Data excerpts
BEGIN

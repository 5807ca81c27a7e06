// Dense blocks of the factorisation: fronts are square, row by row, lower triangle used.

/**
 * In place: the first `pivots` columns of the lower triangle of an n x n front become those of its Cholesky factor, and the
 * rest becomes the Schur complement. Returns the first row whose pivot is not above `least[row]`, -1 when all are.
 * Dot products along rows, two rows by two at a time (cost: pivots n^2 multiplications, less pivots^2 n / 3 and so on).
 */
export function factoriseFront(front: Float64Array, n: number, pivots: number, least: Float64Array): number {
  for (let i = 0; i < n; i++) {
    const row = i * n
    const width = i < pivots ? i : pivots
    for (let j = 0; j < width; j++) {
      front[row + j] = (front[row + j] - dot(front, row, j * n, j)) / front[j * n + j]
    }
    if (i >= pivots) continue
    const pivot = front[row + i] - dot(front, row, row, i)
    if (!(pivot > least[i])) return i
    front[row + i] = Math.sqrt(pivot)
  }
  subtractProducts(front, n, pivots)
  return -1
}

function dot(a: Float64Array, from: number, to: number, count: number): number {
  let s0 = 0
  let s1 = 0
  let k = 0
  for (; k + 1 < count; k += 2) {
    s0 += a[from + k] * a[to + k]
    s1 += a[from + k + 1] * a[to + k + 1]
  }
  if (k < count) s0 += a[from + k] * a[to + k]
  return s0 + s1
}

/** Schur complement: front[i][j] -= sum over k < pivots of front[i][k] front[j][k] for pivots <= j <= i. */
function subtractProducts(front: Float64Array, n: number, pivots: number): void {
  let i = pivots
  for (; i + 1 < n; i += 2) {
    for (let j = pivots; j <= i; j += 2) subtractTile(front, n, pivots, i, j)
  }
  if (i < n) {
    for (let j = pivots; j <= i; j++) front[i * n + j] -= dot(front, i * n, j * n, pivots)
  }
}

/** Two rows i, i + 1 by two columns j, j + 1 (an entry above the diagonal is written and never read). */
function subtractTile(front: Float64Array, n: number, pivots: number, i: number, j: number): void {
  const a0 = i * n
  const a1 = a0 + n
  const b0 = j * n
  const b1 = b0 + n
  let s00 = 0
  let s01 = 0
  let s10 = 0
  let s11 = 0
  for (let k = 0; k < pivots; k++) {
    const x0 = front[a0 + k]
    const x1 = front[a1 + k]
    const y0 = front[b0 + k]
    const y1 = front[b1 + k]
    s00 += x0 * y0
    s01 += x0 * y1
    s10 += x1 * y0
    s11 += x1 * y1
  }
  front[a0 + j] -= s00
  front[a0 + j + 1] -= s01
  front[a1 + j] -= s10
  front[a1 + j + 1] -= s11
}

END

**What the task requires**
Copy exactly, and only, the lines from the line that contains "let s11 = 0" through the end of the data above.

**Finished task**
  let s11 = 0
  for (let k = 0; k < pivots; k++) {
    const x0 = front[a0 + k]
    const x1 = front[a1 + k]
    const y0 = front[b0 + k]
    const y1 = front[b1 + k]
    s00 += x0 * y0
    s01 += x0 * y1
    s10 += x1 * y0
    s11 += x1 * y1
  }
  front[a0 + j] -= s00
  front[a0 + j + 1] -= s01
  front[a1 + j] -= s10
  front[a1 + j + 1] -= s11
}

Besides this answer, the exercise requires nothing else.